# Using Numbeo



## gringotim (Jan 5, 2011)

I had never heard of Numbeo until someone asked a question on the Mexico forum, so I have done a bit of investigating, and from what I can see, it might be used more by people from European countries than those from North America. So thinking there might be a few reading on the Canada forum who have heard about it, just hope you don't use the data on there when it comes to deciding where to live or not live, and definitely don't take the data on there tooo seriously. From what I can tell, based on looking at places I have been and know about, it's not that accurate. The problem is, it 's a crap shoot as to what is or isn't close to be being correct, mainly because all the data is based on how people like you and me answer the questions, and who have no obligation to express the truth. For example, Prices are based on what someone paid for something, but did they buy at a store like WalMart or a store that charges 25-50% more, from what I could tell, a lot of food and clothing was from the more expensive stores. Crime stats are based on what someone knows, but if they have never been a victim, never watch the news, or read the paper, they might say crime is low, when in fact it is higher than they believe. If they don't drive during peak hours, they may say traffic is fine. You also have to look at how many people have actually contributed to the specific category you are looking at and when the last time was, the info could be by one person and /or may be months if not years since the last update. Numbeo is no different than say Tripadvisor, info is based on what people say, and should be taken with a BIG grain of salt.


----------



## gringotim (Jan 5, 2011)

Geraham said:


> What do you mean by "in fact" ? ..


Most people would know what I mean, if you don't, then I can't help you


----------



## colchar (Oct 25, 2011)

dodol said:


> Even a thesis research is always "assuming" a.k.a hypothesis even their data is a primary data.



What


----------



## colchar (Oct 25, 2011)

gringotim said:


> Most people would know what I mean, if you don't, then I can't help you



I get what you mean - that a person's perception of crime rates based on personal experience does not necessarily correlate to actual crime stats. And that is perfectly true.


----------



## Dinosaur (Mar 28, 2014)

So, is there something better than Numbeo we can use, does someone maybe know?


----------



## colchar (Oct 25, 2011)

Dinosaur said:


> So, is there something better than Numbeo we can use, does someone maybe know?
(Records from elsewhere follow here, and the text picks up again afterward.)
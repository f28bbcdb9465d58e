#!/usr/bin/python3
"""What runs off within isochrone bands: every flow found again from the hand-over table and the rain alone, and parts that add up."""
import json
import subprocess
import unittest

from osgeo import ogr

from peaks_test import demo_with_peaks, intensity
from support import COMMAND, DemoTest, class_folder, table

YEARS = 10


class Runoff(unittest.TestCase):
    @classmethod
    def setUpClass(cls):
        folder = class_folder(cls, "test")
        demo_with_peaks(folder)
        study = folder / "town/peaks.toml"
        study.write_text(study.read_text() + 'isochrones = "7 min"\n')
        subprocess.run([COMMAND, "run", study, "--replace"], check=True, capture_output=True)
        cls.folder = folder / "town/result"
        cls.tables = {name: table(cls.folder / f"tables/{name}.csv") for name in ("handover", "outlets", "peaks")}
        cls.bands = [f["properties"] for f in json.loads((cls.folder / "isochrones.geojson").read_text())["features"]]

    def bands_of(self, scope, point):
        return sorted((b for b in self.bands if b["of"] == scope and b["point"] == point), key=lambda b: b["from_min"])

    def test_every_flow_is_found_again_from_the_handover_table_and_the_rain_alone(self):
        by_hand = {r["subarea"]: r for r in self.tables["handover"]}
        greatest = {("catchment", r["name"]): float(r["greatest_time_min"]) for r in self.tables["outlets"]}
        greatest |= {("subarea", name): float(r["own_time_s"]) / 60 for name, r in by_hand.items()}
        for scope, point in sorted({(b["of"], b["point"]) for b in self.bands}):
            running = 0.0
            for band in self.bands_of(scope, point):
                ca = sum(float(by_hand[p["subarea"]][f"runoff_coefficient_{YEARS}yr"]) * p["area_m2"] for p in band["subareas"])
                running += ca
                minutes = min(band["to_min"], greatest[scope, point])
                flow = running * intensity(YEARS, minutes) / 3.6e6
                where = (scope, point, band["from_min"])
                self.assertAlmostEqual(band["ca_m2"], ca, delta=1e-6 * ca + 0.2, msg=where)
                self.assertAlmostEqual(band["ca_until_m2"], running, delta=1e-6 * running + 1, msg=where)
                self.assertAlmostEqual(band["rain_duration_min"], minutes, delta=6e-4, msg=where)
                self.assertAlmostEqual(band["intensity_mm_per_h"], intensity(YEARS, minutes), delta=0.01, msg=where)
                self.assertAlmostEqual(band["flow_m3_per_s"], flow, delta=1e-4 * flow + 1e-6, msg=where)
                self.assertEqual(band["return_period_years"], YEARS)

    def test_parts_add_up_to_the_band_and_bands_to_the_catchment(self):
        areas = {r["name"]: float(r["area_ha"]) for r in self.tables["outlets"]}
        own = {r["name"]: float(r["own_area_ha"]) for r in self.tables["outlets"]}
        for band in self.bands:
            self.assertAlmostEqual(sum(p["area_m2"] for p in band["subareas"]), band["area_m2"], delta=0.06 * len(band["subareas"]))
        for scope, point in {(b["of"], b["point"]) for b in self.bands}:
            whole = (areas if scope == "catchment" else own)[point]
            self.assertAlmostEqual(sum(b["area_m2"] for b in self.bands_of(scope, point)) / 1e4, whole, delta=1e-4 * whole)

    def test_parts_of_a_subarea_over_all_bands_are_the_subarea(self):
        own = {r["name"]: float(r["own_area_ha"]) for r in self.tables["outlets"]}
        found = dict.fromkeys(own, 0.0)
        for band in self.bands:
            for part in band["subareas"] if band["of"] == "catchment" else ():
                found[part["subarea"]] += part["area_m2"] / 1e4
        for name, area in own.items():
            self.assertAlmostEqual(found[name], area, delta=1e-4 * area + 1e-4)

    def test_the_last_band_of_a_catchment_gives_the_peak_of_its_whole_area(self):
        peaks = {r["point"]: float(r["whole_area_peak_m3_per_s"]) for r in self.tables["peaks"] if float(r["return_period_years"]) == YEARS}
        for point in {b["point"] for b in self.bands if b["of"] == "catchment"}:
            self.assertAlmostEqual(self.bands_of("catchment", point)[-1]["flow_m3_per_s"], peaks[point], delta=2e-4 * peaks[point])

    def test_the_layer_says_the_same(self):
        source = ogr.Open(str(self.folder / "study.gpkg"))
        layer = source.GetLayerByName("isochrones")
        by_key = {(b["of"], b["point"], b["from_min"]): b for b in self.bands}
        self.assertEqual(layer.GetFeatureCount(), len(self.bands))
        for feature in layer:
            band = by_key[feature["of"], feature["point"], feature["from_min"]]
            for field in ("ca_m2", "ca_until_m2", "rain_duration_min", "intensity_mm_per_h", "flow_m3_per_s", "return_period_years"):
                self.assertAlmostEqual(feature[field], band[field], delta=1e-6 * abs(band[field]))
            self.assertEqual(feature["subareas"], "; ".join(f"{p['subarea']} {p['area_m2']:.1f}" for p in band["subareas"]))


class WithoutRunoff(DemoTest):
    with_isochrones = True

    def test_fields_are_null_where_the_study_has_no_rain_by_duration(self):
        source = ogr.Open(str(self.kept / "town/result/study.gpkg"))
        layer = source.GetLayerByName("isochrones")
        features = json.loads((self.kept / "town/result/isochrones.geojson").read_text())["features"]
        self.assertGreater(len(features), 20)
        for field in ("ca_m2", "ca_until_m2", "rain_duration_min", "intensity_mm_per_h", "flow_m3_per_s", "return_period_years"):
            self.assertTrue(all(f["properties"][field] is None for f in features))
            self.assertTrue(all(f[field] is None for f in layer))
        self.assertTrue(all(f["properties"]["subareas"] for f in features))


if __name__ == "__main__":
    unittest.main()
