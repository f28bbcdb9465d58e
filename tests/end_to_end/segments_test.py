#!/usr/bin/python3
"""Every row of segments.csv, recomputed from the numbers it prints by the published formulas, as a reviewer would."""
import collections
import math
import unittest

from support import CommandTest, FOOT, INCH, demo_town, table

GRAVITY = {"m": 9.80665, "ft": 9.80665 / FOOT}
# Manning's 1 in metres is 1.4859 in feet; 0.007 h is for feet and inches.
MANNING = {"m": 1.0, "ft": FOOT ** (-1 / 3)}
SHEET_S = {"m": 0.007 * 3600 / FOOT ** 0.8 * (1 / INCH / 1000) ** -0.5, "ft": 0.007 * 3600}


class Row:
    """A row's numbers by the names of its columns without their units."""

    def __init__(self, fields, unit):
        self.fields, self.unit = fields, unit
        self.rain_unit = {"m": "mm", "ft": "in"}[unit]

    def text(self, name):
        return self.fields[name]

    def number(self, name):
        for ending in ("", "_" + self.unit, f"_{self.unit}_per_s", "_" + self.rain_unit):
            if name + ending in self.fields:
                return float(self.fields[name + ending])
        raise KeyError(name)

    def formula_s(self):
        n = self.number
        regime = self.text("regime")
        if regime == "sheet":
            return SHEET_S[self.unit] * (n("index_to") ** 0.8 - n("index_from") ** 0.8) / n("rain_2_year_24_hour") ** 0.5
        if regime == "shallow":
            return n("length") / (n("k") * n("slope_equivalent") ** n("slope_exponent"))
        if regime == "channel":
            velocity = MANNING[self.unit] / n("n") * n("hydraulic_radius") ** (2 / 3) * math.sqrt(n("slope_equivalent"))
            return n("length") / velocity
        return n("length") / math.sqrt(GRAVITY[self.unit] * n("water_depth"))


class Segments(CommandTest):
    def rows_of(self, units):
        study = (self.folder / "town/study.toml").read_text().replace('report_units = "si"', f'report_units = "{units}"')
        study = study.replace("[points]", "[points]\nname = \"name\"")
        (self.folder / "town" / f"{units}.toml").write_text(study)
        self.repeated("run", f"town/{units}.toml", "--out", units)
        return [Row(fields, {"si": "m", "us": "ft"}[units]) for fields in table(self.folder / units / "tables/segments.csv")]

    def setUp(self):
        super().setUp()
        demo_town(self.folder / "town")

    def check_rows(self, units):
        rows = self.rows_of(units)
        regimes = collections.Counter(row.text("regime") for row in rows)
        self.assertGreater(min(regimes[r] for r in ("sheet", "shallow", "channel")), 10)
        for row in rows:
            where = (units, row.text("point"), row.text("path"), row.text("segment"))
            if row.number("length") > 0:
                self.assertAlmostEqual(row.number("formula_time_s") / row.formula_s(), 1, delta=1e-3, msg=where)
                self.assertAlmostEqual(row.number("velocity") * row.number("formula_time_s") / row.number("length"), 1, delta=1e-3, msg=where)
            self.assertAlmostEqual(row.number("time_s"), row.number("formula_time_s") + row.number("ponded_time_s"), places=5, msg=where)
        return rows

    def test_each_row_holds_in_metres(self):
        self.check_rows("si")

    def test_each_row_holds_in_feet_and_inches(self):
        self.check_rows("us")

    def test_rows_add_up_to_the_points_time_to_a_millisecond(self):
        rows = self.rows_of("si")
        for outlet in self.result("si")["outlets"]:
            own = [row for row in rows if row.text("point") == outlet["name"] and row.text("path") == "governing"]
            total = sum(row.number("time_s") for row in own)
            self.assertAlmostEqual(total, outlet["time_of_concentration_s"], delta=1e-3)
            self.assertAlmostEqual(float(own[-1].text("running_time_min")), outlet["time_of_concentration_min"], places=3)
            length = sum(row.number("length") + row.number("ponded_length") for row in own)
            self.assertAlmostEqual(length / outlet["governing_path"]["length_m"], 1, delta=1e-4)

    def test_the_equivalent_slope_lies_between_the_least_and_the_greatest(self):
        for row in self.rows_of("si"):
            if row.text("slope_equivalent") and row.number("length") > 0:
                self.assertLessEqual(row.number("slope_least"), row.number("slope_equivalent") * 1.0001)
                self.assertLessEqual(row.number("slope_equivalent"), row.number("slope_greatest") * 1.0001)

    def test_the_index_of_a_sheet_row_is_its_n_length_over_the_root_of_its_slope(self):
        for row in self.rows_of("si"):
            if row.text("regime") == "sheet" and row.number("length") > 0:
                growth = row.number("n") * row.number("length") / math.sqrt(row.number("slope_equivalent"))
                self.assertAlmostEqual(growth / (row.number("index_to") - row.number("index_from")), 1, delta=1e-3)

    def test_rows_of_a_path_follow_one_another_in_place(self):
        rows = self.rows_of("si")
        for before, after in zip(rows, rows[1:]):
            if (before.text("point"), before.text("path")) == (after.text("point"), after.text("path")):
                self.assertEqual((before.text("x_to"), before.text("y_to")), (after.text("x_from"), after.text("y_from")))


class OpenWater(CommandTest):
    def test_a_row_across_a_pond_runs_at_the_celerity_of_its_depth(self):
        self.run_with_pond()
        found = [Row(fields, "ft") for fields in table(self.folder / "result/tables/segments.csv") if fields["regime"] == "water"]
        found = [row for row in found if row.number("length") > 0]
        self.assertTrue(found)
        for row in found:
            self.assertAlmostEqual(row.number("water_depth") * FOOT, 1.5, places=4)
            self.assertAlmostEqual(row.number("formula_time_s") / row.formula_s(), 1, delta=1e-3)


if __name__ == "__main__":
    unittest.main()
Yes, official sources from government agencies (ie. RCMP, Statistics Canada, local police force statistics, etc.).


----------



## Helrig50 (Sep 7, 2011)

Numbeo does seem more geared to young, childless Europeans. And it really isn't extensive enough, although I understand why they wouldn't to add every possible item. But that limitation makes it not so useful, so no, I wouldn't use it to figure out where to live.

From my experience, no matter where you go, it always ends up costing more than you think, despite careful research. Startup costs, especially, can be a shocker. It's amazing how many people have their hands out to newcomers for various fees. For instance, utility companies in some countries will charge a new customer a security deposit, refundable after a year but an unexpected hit to newcomers who need to be careful with funds until they get settled. The cost of living list is also missing some important things like car insurance & annual licensing fees which can be substantial, and property taxes & insurance.


----------



## Dinosaur (Mar 28, 2014)

colchar said:


> Yes, official sources from government agencies (ie. RCMP, Statistics Canada, local police force statistics, etc.).


Thanks Colchar, that's a good idea. Although I was referring to prices in supermarkets and such, which I would usually check on supermarket sites, but since not all of them list their goods and prices, it can be hard to get a somewhat realistic picture, so that's why Numbeo seemed like the way to go on the food front. But having read all this I see that it must be way off.


----------



## sillywilly (Apr 7, 2014)

Dinosaur said:


> Thanks Colchar, that's a good idea. Although I was referring to prices in supermarkets and such, which I would usually check on supermarket sites, but since not all of them list their goods and prices, it can be hard to get a somewhat realistic picture, so that's why Numbeo seemed like the way to go on the food front. But having read all this I see that it must be way off.


As someone mentioned earlier, prices on Numbeo may be in a range, but the low end of some of the ranges is still high, and there is only a range if more than 1 person has answered that particular question, or if there are 2 or more different answers : a can of Pepsi/Coke (355ml) can be as low as .25 cents if bought in a 12 or 24 pack when on sale, but it says price is for a single bottle thats only .33 of a litre, (smaller than a 355ml can), and who buys a bottle that size for even the lower range price of $1.50, (if that size is even available). If you want a better idea of grocery prices, at least in Canada and the US, Best is to check online for a Walmart flyer for a particular city and go thru it, you can also check online for grocery stores for a particular city or for other nationwide stores like maybe Safeway, but keep in mind, they are about 20% higher on average than Walmart or Superstore, at least in Victoria BC, although our Safeway was just sold to Save-On Foods, but they are priced as high as Safeway was.


----------



## luvcanada (Nov 10, 2011)

Dinosaur said:


> Thanks Colchar, that's a good idea. Although I was referring to prices in supermarkets and such, which I would usually check on supermarket sites, but since not all of them list their goods and prices, it can be hard to get a somewhat realistic picture, so that's why Numbeo seemed like the way to go on the food front. But having read all this I see that it must be way off.


I would suggest you look at weekly store flyers. They would give you the sale price of an item and often tell you the usual price. Try using this link: Groceries Flyers Richmond Hill, ON - RedFlagDeals.com

You will need to change the city where you want to see the prices.


----------



## gringotim (Jan 5, 2011)

luvcanada said:


> I would suggest you look at weekly store flyers. They would give you the sale price of an item and often tell you the usual price. Try using this link: Groceries Flyers Richmond Hill, ON - RedFlagDeals.com
> You will need to change the city where you want to see the prices.


Keep in mind, not all things in a flyer are on sale, sometimes its just the regular price, just like not all items in a bin down the center or on the end of an isle are on sale, they do it make people think its on sale, and having been an employee for a large grocery /department store chain, I can tell you, it works.


----------



## Dinosaur (Mar 28, 2014)

Thanks guys, these are all really great ideas. Now I can finally sit down and do some math


----------